… а, так вот и текём тут себе, да …
Шрифт:
В строю хаханьки погромче, но уже в обратном направлении.
– Замполит части в курсе, товарищ старшина!
– Встань в строй, сафл… сажл… Ссука!
А в рабочее время я – как все.
Нас перебросили на пятиэтажку – её готовят к сдаче.
Витя Новиков и Валик Назаренко зазвали меня в пустую квартиру. Мы распили бутылку вина с горл'a. Забытый кайф.
До вечерней проверки всё выветрилось. Да и по скольку там было-то на троих?
На
Продвигаясь вдоль строя, Писак даёт солдатам кружку – дыхнуть в неё, потом нюхает оттуда. Двоим уже приказал выйти из строя.
Когда он протянул кружку мне, я понял, что мне – пиздец. Я сам себя выдал ещё до выдоха в неё тем, что меня бросает то в жар, то в холод.
За бляху он дал мне пять нарядов, а теперь – полный пиздец.
Писак нюхнул из кружки и, не глядя мне в глаза, садистски выговаривает:
– Ну, вот, если человек не пил – сразу видно.
После проверки Витя Стреляный с улыбкой говорит:
– Ты был белее стенки.
Как будто я сам не знаю!
Писак, сучара! Что за кошки-мышки?
И снова выходной. Аж не верится.
Вечером показали кино. Польский фильм «Анатомия любви» с намёками на эротику.

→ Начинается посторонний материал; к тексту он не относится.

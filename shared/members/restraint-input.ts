import { z } from 'zod';
import { quantitySchema, statedSchema } from '../calc/quantity-input.ts';

/**
 * What a restraint between the ends may hold. `in-plane`: movement in the plane of major-axis
 * bending. `top`, `bottom`, `centre`: lateral movement at that flange or at the shear centre.
 * `twist`: rotation about the member's axis. The top flange is the one that a positive moment about
 * x compresses.
 */
export const HOLDS = ['in-plane', 'top', 'bottom', 'centre', 'twist'] as const;
export type Hold = (typeof HOLDS)[number];

export const restraintInputSchema = statedSchema.extend({
  /** Distance from end A. */
  at: quantitySchema,
  holds: z
    .array(z.enum(HOLDS, `must be of ${HOLDS.join(', ')}`))
    .min(1, 'needs at least one of in-plane, top, bottom, centre, twist'),
});

/** Joints of a column for its buckling length by alignment chart (Commentary to App. 7). */
export const chartInputSchema = z.strictObject({
  sidesway: z.enum(['inhibited', 'uninhibited'], 'must be "inhibited" or "uninhibited"'),
  /** Stiffness ratios at the ends: 10 for a pin, 1 for a fixed base in practice. */
  GA: z.union([z.number(), quantitySchema]),
  GB: z.union([z.number(), quantitySchema]),
});

/** Rotational springs at the ends, each left out is a pin. */
export const springsInputSchema = z.strictObject({
  xA: quantitySchema.optional(),
  xB: quantitySchema.optional(),
  yA: quantitySchema.optional(),
  yB: quantitySchema.optional(),
});

/** Net section for rupture in tension (D2, D3): Ae, or An with U. */
export const netSectionInputSchema = z.union(
  [
    z.strictObject({ Ae: quantitySchema }),
    z.strictObject({ An: quantitySchema, U: z.union([z.number(), quantitySchema]) }),
  ],
  'must hold Ae, or An and U',
);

Может в Польше было больше, но, пока кино досюда докатилось, порезали кому не лень; начиная от цензуры и до прыщавых киномехаников, что вырезают из лент куски, где в кадре голые титьки.
Для близких друзей и личного пользования.
Кретины.
Утром, стоя в ряду мочящихся в сортире, я грустно встряхнул свой и, застёгиваясь, безмолвно сказал ему среди общего гама:
– Такие дела, кореш. Быть тебе два года всего лишь сливным краном.
На работе мы носилками вытаскивали строительный мусор и лишний грунт из подвала; делали планировку.
Все такие молчаливо тоскливые после вчерашнего фильма.
В перекуре я, от нечего делать, начал доставать Алимошу.
Он всё отмалчивался, или кратко посылал, а потом вдруг вскочил и набросился на меня с кулаками.
Пришлось отмахиваться как умею. А умею я, прямо скажем – никак.
Тут зашёл Простомол'oтов, крикнул прекратить и мы опять взялись за носилки.
Я пару ходок сделал, смотрю, а боль в правой руке не утихает. Неудачно ударился большим пальцем об татаро-монгольскую Алимошину рожу.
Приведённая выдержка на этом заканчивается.